The approach involves using deep neural networks like CNNs or transformers to process raw audio input and extract features for animation. These networks output motion or deformation data to render facial animations corresponding to speech. The system can incorporate style and emotion vectors during training to adjust animations according to different emotional states or styles. Facial components are modeled independently for more realistic animation effects.

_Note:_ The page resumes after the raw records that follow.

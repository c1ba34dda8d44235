// SPDX-License-Identifier: GPL-2.0-or-later
#pragma once

#include <array>
#include <cstdint>
#include <functional>
#include <span>
#include <vector>

#include "model/sky_model.h"
#include "model/spectral_basis.h"

namespace foreglow {

/// Make the smallest basis of component maps for some channels (make_spectral_basis), of intensity and of Q
/// and U.
[[nodiscard]] SpectralBasis make_intensity_basis(const SkyModel& sky, const std::vector<BandSum>& channels,
                                                 double tolerance);
[[nodiscard]] SpectralBasis make_polarized_basis(const SkyModel& sky, const std::vector<BandSum>& channels,
                                                 double tolerance);

/// Makes the whole sky in one component band, RING order, undefined pixels NaN; its relative error is below
/// component_tolerance.
/// @return [npix]
[[nodiscard]] std::vector<double> make_intensity_component(const SkyModel& sky, const BandSum& component);
inline constexpr double component_tolerance = 1e-9;  // far below any accuracy that transforms reach

struct StokesComponent {
    std::vector<double> q, u;  ///< [npix]
};
[[nodiscard]] StokesComponent make_polarized_component(const SkyModel& sky, const BandSum& component);

/// Pixels of a sky taken evenly over it, with their directions.
struct SkySample {
    SkyStrip values;
    std::vector<Vector3> directions;
};

/// Takes about `count` pixels, evenly spaced in RING order (all of them where the sky has no more).
[[nodiscard]] SkySample make_sky_sample(const SkyModel& sky, std::int64_t count, bool with_polarization);

/// Calls work(strip, values) for strips that cover the sky, in order.
void for_each_sky_strip(const SkyModel& sky, bool with_polarization,
                        const std::function<void(const RingStrip&, const SkyStrip&)>& work);

}  // namespace foreglow
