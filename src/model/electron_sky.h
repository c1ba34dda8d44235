// SPDX-License-Identifier: GPL-2.0-or-later
#pragma once

#include "model/model_spec.h"
#include "model/sky_model.h"

namespace foreglow {

/// Turns a sky's indices into the slopes of its electrons, in all pixels: where its index was measured, the
/// law with that slope has that index. Call it again after the indices have changed.
/// @param sky  its `electrons` hold law and maps
/// @throws DataError where no index is defined, or a map of field or energies has values not above 0
void find_electron_slopes(SkyModel& sky);

/// Returns the sentence that tells a user of pixels whose index no electrons have; "" where there are none.
[[nodiscard]] std::string describe_clamped_pixels(const SkyModel& sky);

}  // namespace foreglow
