// SPDX-License-Identifier: GPL-2.0-or-later
#pragma once

#include <vector>

#include "io/toml_reader.h"
#include "model/study_spec.h"

namespace foreglow {

/// Reads one [[patch]]: name, center, size, pixel.
/// @throws InputError with the place
[[nodiscard]] PatchSpec read_patch(TomlReader reader);

/// Checks that the names of patches differ.
void check_patch_names(const std::vector<PatchSpec>& patches);

}  // namespace foreglow
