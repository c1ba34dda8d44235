// SPDX-License-Identifier: GPL-2.0-or-later
#pragma once

#include <cstdint>

#include "base/progress.h"
#include "model/galaxy_sky.h"
#include "model/model_spec.h"
#include "model/sky_model.h"

namespace foreglow {

/// What the headers of a model's maps say.
struct ModelMaps {
    Frame frame = Frame::Galactic;  ///< in which the law acts: that of the intensity map
    std::int64_t held_values = 0;   ///< numbers that stay in memory while maps are made
    int largest_nside = 0;          ///< of the maps to be read; 0 for the bundled sky
};

/// Checks what the headers of a model's maps say against what the model says, without reading pixels; `plan`
/// and `make` call it first.
///
/// A missing or unknown unit, frame or polarization convention is a question to the user: the message names
/// the line to add.
/// @throws InputError where something is left open or contradicts; DataError where a file is broken
/// @param channels  that the built-in Galaxy would be integrated for
[[nodiscard]] ModelMaps check_model_maps(const ModelSpec& model, const HealpixGrid& grid, int lmax,
                                         bool with_polarization, std::span<const Channel> channels = {});

/// Reads a model's maps and makes the sky on a grid, in the frame of the intensity map.
///
/// A map on that grid and frame is used pixel for pixel. Another intensity or polarization map is brought
/// there through its a_lm up to min(lmax, 2.5 nside of the map), undefined pixels filled first (a finer map
/// is analysed up to 2.5 lmax, so that what lies above lmax is not pressed into what lies below); indices,
/// curvatures and fractions by bilinear interpolation, or, from a finer grid, by the mean weighted with the
/// brightness.
/// @param use  what the sky will be asked for; only the built-in Galaxy wants it
/// @throws InputError, DataError, FileError as above and as the reader of maps
[[nodiscard]] SkyModel load_sky(const ModelSpec& model, const HealpixGrid& grid, int lmax,
                                bool with_polarization, Progress& progress, const SkyUse& use = {});

}  // namespace foreglow
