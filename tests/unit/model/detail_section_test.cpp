// SPDX-License-Identifier: GPL-2.0-or-later
#include "model/detail_section.h"

#include <gtest/gtest.h>

#include "base/error.h"
#include "io/toml_document.h"

namespace foreglow {
namespace {

DetailSpec detail_of(const std::string& text) {
    const TomlValue document = parse_toml(text, "m.toml");
    return read_detail(TomlReader(document, "[detail]"), {});
}

std::string message_of(const std::string& text) {
    try {
        static_cast<void>(detail_of(text));
    } catch (const InputError& error) {
        return error.what();
    }
    return "";
}

bool has(const std::string& text, const std::string& part) {
    return text.find(part) != std::string::npos;
}

TEST(DetailSection, ReadsEveryKey) {
    const DetailSpec d = detail_of(
        "slope = -2.7\namplitude = \"0.01 K_RJ^2\"\npivot = 100\npolarization_slope = -2.4\n"
        "polarization_amplitude = \"25 uK_CMB^2\"\nlmax = 640\nmodulation = 0.8\nmodulation_floor = 0.2\n"
        "polarization_modulation = \"intensity\"\nenvelope_fwhm = \"5 deg\"\nlatitude_cut = \"0 deg\"\n"
        "form = \"lognormal\"\nb_to_e = 0.5\nte_correlation = -0.1\ncap_polarization = true\n");
    ASSERT_TRUE(d.intensity && d.polarization);
    EXPECT_EQ(d.intensity->slope, -2.7);
    EXPECT_EQ(d.intensity->pivot, 100);
    EXPECT_EQ(d.polarization->amplitude.value, 25);
    EXPECT_EQ(d.polarization->amplitude.unit.kind, BrightnessUnit::Kind::Thermodynamic);
    EXPECT_EQ(d.lmax, 640);
    EXPECT_EQ(d.modulation, 0.8);
    EXPECT_EQ(d.modulation_floor, 0.2);
    EXPECT_EQ(d.polarization_modulation, ModulationSource::Intensity);
    EXPECT_NEAR(d.envelope_fwhm.degrees(), 5, 1e-12);
    EXPECT_EQ(d.latitude_cut.radians(), 0);
    EXPECT_EQ(d.form, DetailForm::Lognormal);
    EXPECT_EQ(d.te_correlation, -0.1);
    EXPECT_TRUE(d.cap_polarization);
    EXPECT_EQ(detail_of("fit_lrange = [30, 90]\n").fit_lrange->last, 90);
    EXPECT_FALSE(detail_of("").fit_lrange);
}

TEST(DetailSection, RefusesContradictions) {
    const std::string law = "slope = -2.7\namplitude = \"0.01 K_RJ^2\"\n";
    EXPECT_TRUE(has(message_of("fit_lrange = [30, 90]\n" + law), "m.toml:2:9: 'slope'"));
    EXPECT_TRUE(has(message_of("fit_lrange = [30, 90]\n" + law), "contradicts 'fit_lrange'"));
    EXPECT_TRUE(has(message_of("slope = -2.7\n"), "stands alone"));
    EXPECT_TRUE(has(message_of("polarization_amplitude = \"1 K_RJ^2\"\n"), "add polarization_slope"));
    EXPECT_TRUE(has(message_of("pivot = 80\n"), "there are none"));
    EXPECT_TRUE(has(message_of("fit_lrange = [90, 30]\n"), "must rise"));
    EXPECT_TRUE(has(message_of("slope = -2.7\namplitude = \"0.01 K_RJ\"\n"), "squared brightness"));
    EXPECT_TRUE(has(message_of("slope = -2.7\namplitude = \"-1 K_RJ^2\"\n"), "must not be negative"));
    EXPECT_TRUE(has(message_of("forme = \"lognormal\"\n"), "did you mean 'form'"));
    EXPECT_TRUE(has(message_of("latitude_cut = \"80 deg\"\n"), "between 0 and 75 deg"));
}

TEST(ScatterKeys, StandForAnRmsOrALength) {
    const auto scatter_of = [](const std::string& text) {
        const TomlValue document = parse_toml(text, "m.toml");
        TomlReader reader(document, "[index]");
        return read_scatter(reader, 2);
    };
    EXPECT_FALSE(scatter_of(""));
    EXPECT_EQ(scatter_of("scatter = 0.1\n")->rms, 0.1);
    EXPECT_EQ(scatter_of("decorrelation_length = 20\n")->rms, 0.05);
    const auto all = scatter_of("scatter = 0.1\nscatter_slope = -3\nscatter_lrange = [4, 60]\n");
    EXPECT_EQ(all->slope, -3);
    EXPECT_EQ(all->lrange.first, 4);
    EXPECT_THROW(static_cast<void>(scatter_of("scatter = 0.1\ndecorrelation_length = 20\n")), InputError);
    EXPECT_THROW(static_cast<void>(scatter_of("scatter_slope = -3\n")), InputError);
    EXPECT_THROW(static_cast<void>(scatter_of("scatter = 3\n")), InputError);
}

}  // namespace
}  // namespace foreglow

The invention includes integrating transformer-based audio encoders into an Audio2Face model. Modifications involve adding transformer layers to existing CNN models pre-trained on diverse audio data. The system can handle small-duration audio samples without prior frame knowledge loss. Techniques like regularization loss reduce motion jitter during silence, enhancing animation quality. The system aims to produce realistic character behavior by considering emotional states alongside speech.